The parameter \(\beta_{\mu} \in \mathbb{R}\) is chosen so that the constraint Equation 2 be satisfied and the minus sign is to follow the “physics” convention. Note in passing that, in fact, the joint function \((\widehat{p},p) \mapsto D_{\text{KL}}(\widehat{p}, p)\) is convex! As usual, if one defines the log-partition function as \(\Phi(\beta) = -\log Z(\beta)\), with

\[ Z(\beta) \; = \; \sum_{k=1}^K \, p_k \, e^{-\beta \, a_k}, \]

one obtains that the constraint is equivalent to requiring \(\mu = \frac{d}{d \beta} \Phi(\beta) \mid_{\beta = \beta_\mu}\). Furthermore, since \(\Phi\) is smooth and strictly concave, the function \(\beta \mapsto \mu \, \beta - \Phi(\beta)\) is convex and the condition \(\mu = \frac{d}{d \beta} \Phi(\beta) \mid_{\beta = \beta_\mu}\) is equivalent to setting

\[ \beta_{\mu} \; = \; \mathop{\mathrm{argmin}}_{\beta \in \mathbb{R}} \; \mu \, \beta - \Phi(\beta). \]

Naturally, one can now also estimate the probability of the event \(\mathbb{P}[(X_1 + \ldots + X_N)/N \approx \mu]\) happening since one now knows that it is equivalent (on a log scale) to \(\exp[-N \, D_{\text{KL}}(p_{\beta_\mu}, p)]\). Algebra gives

\[ \begin{align} D_{\text{KL}}(p_{\beta_\mu}, p) &= \Phi(\beta_\mu) - \mu \, \beta_\mu\\ &= \max_{\beta \in \mathbb{R}} \; \Phi(\beta) - \mu \, \beta. \end{align} \]

As a sanity check, note that since \(\Phi(0)=0\), we have that \(D_{\text{KL}}(p_{\beta_\mu}, p) \geq 0\), as required.
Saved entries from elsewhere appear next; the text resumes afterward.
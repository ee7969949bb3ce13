"""What a quick sequence does on its way: one that closes the vessel and lets go again leaves it open, and was closed.

Judged by its end alone it would look as if nothing had been done. Knows words and valves; no physics.
"""

from __future__ import annotations

from collections.abc import Mapping
from dataclasses import dataclass

from runbook.apparatus.model import Apparatus
from runbook.apparatus.spaces import springs_open, ways_out
from runbook.procedure.model import LetRiseTo, QuickStep, Step
from runbook.procedure.model import Parked as ParkedPart


@dataclass(frozen=True, slots=True)
class Held:
    """A vent that springs open, held shut by hand up to a level and then let go, each time the vessel is closed."""

    vent: str
    """Tag of the valve."""
    rise: LetRiseTo
    """The highest of those in the sequence."""


@dataclass(frozen=True, slots=True)
class Course:
    """What happened between the beginning and the end of a step."""

    closes: bool
    """Every way out was shut at some moment in it."""
    held: Held | None
    """None: it was closed otherwise than by a hand that lets go in the same sequence."""


STRAIGHT = Course(False, None)
"""Of a step whose end says everything."""


def course_of(apparatus: Apparatus, before: Mapping[str, str], step: Step | ParkedPart) -> Course:
    """The course of a step that begins with valves standing so; only a quick sequence has one."""
    if not isinstance(step, QuickStep):
        return STRAIGHT
    ways = ways_out(apparatus, apparatus.spaces[0])
    sprung = springs_open(apparatus)
    valves = dict(before)
    closes, by_hand = False, True
    vent: str | None = None
    rises: list[LetRiseTo] = []
    risen = False
    for item in step.quick:
        was_closed = all(valves.get(tag) != "open" for tag in ways)
        valves |= item.valves
        closed = all(valves.get(tag) != "open" for tag in ways)
        if closed and not was_closed:
            closes, risen = True, False
            vent = next((t for t, position in item.valves.items() if position == "shut" and t in sprung), None)
        if closed and isinstance(item.path, LetRiseTo):
            rises.append(item.path)
            risen = True
        if was_closed and not closed:
            by_hand = by_hand and risen and vent is not None and item.valves.get(vent) == "open"
    left_closed = all(valves.get(tag) != "open" for tag in ways)
    if not closes or left_closed or not by_hand or vent is None:
        return Course(closes, None)
    return Course(True, Held(vent, max(rises, key=lambda one: one.let_rise_to.absolute(101325.0))))
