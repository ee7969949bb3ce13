"""What every look-ahead assumes. One home for the list, so that a test can take one away and show what passes.

Nothing here can be changed by a file, a flag or a person: the program always uses ALL.
"""

from __future__ import annotations

from dataclasses import dataclass


@dataclass(frozen=True, slots=True)
class Assumptions:
    """The worst cases a look-ahead takes; each True in the program."""

    hottest_room: bool = True
    """The room reaches the hottest temperature the procedure allows; else its coldest."""
    heat_stuck_on: bool = True
    """A connected source stays on up to its cut-out; else it obeys."""
    overshoot: bool = True
    """A step passes its target by the stated overshoot, in the direction of the step."""
    lag: bool = True
    """The wall is ahead of its thermometer by lag x rate."""
    probe_error: bool = True
    """The thermometer reads low by its permissible error."""
    volume_corner: bool = True
    """The free volume is the least its tolerance allows; else as stated."""
    no_loss: bool = True
    """The charge at closing is the last reading plus the scale's error; else what the plan says."""
    equation_uncertainty: bool = True
    """The equation of state is off by its stated uncertainty."""
    air: bool = True
    """The vessel held air when it was closed."""


ALL = Assumptions()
The statement that

\[ \frac{1}{N} \, \log \mathbb{P} {\left\{ \frac{X_1 + \ldots + X_N}{N} \; \approx \; \mu \right\}} \; = \; - I(\mu) \]

with a (Large Deviation) rate function given by

\[ I(\mu) \; = \; \max_{\beta \in \mathbb{R}} \; \Phi(\beta) - \mu \, \beta \]

is more or less the content of Cramer’s Theorem. The rate function \(I(\mu)\) and the function \(\log Z( \textcolor{red}{-}\beta)\) are related by a Legendre transform.

Example: averaging uniforms…

Now, to illustrate the above discussion, consider \(N=10\) iid uniform random variables on the interval \([0,1]\). It is straightforward to simulate these \(N=10\) uniforms conditioned on the event that their mean exceeds the level \(\mu = 0.7\), which is a relatively rare event. When this is done repetitively and the empirical distribution is plotted, the resulting distribution is as follows:

Mean of \(10\) uniforms conditioned on being larger than \(\mu = 0.7\)

Indeed, the distribution in blue is (very close to) the Boltzmann distribution with density \(\mathcal{D}_{\beta}(x) = e^{-\beta \, x} / Z(\beta)\) with \(\beta \in \mathbb{R}\) chosen so that \(\int_{0}^{1} x \, \mathcal{D}_{\beta}(dx) = \mu\).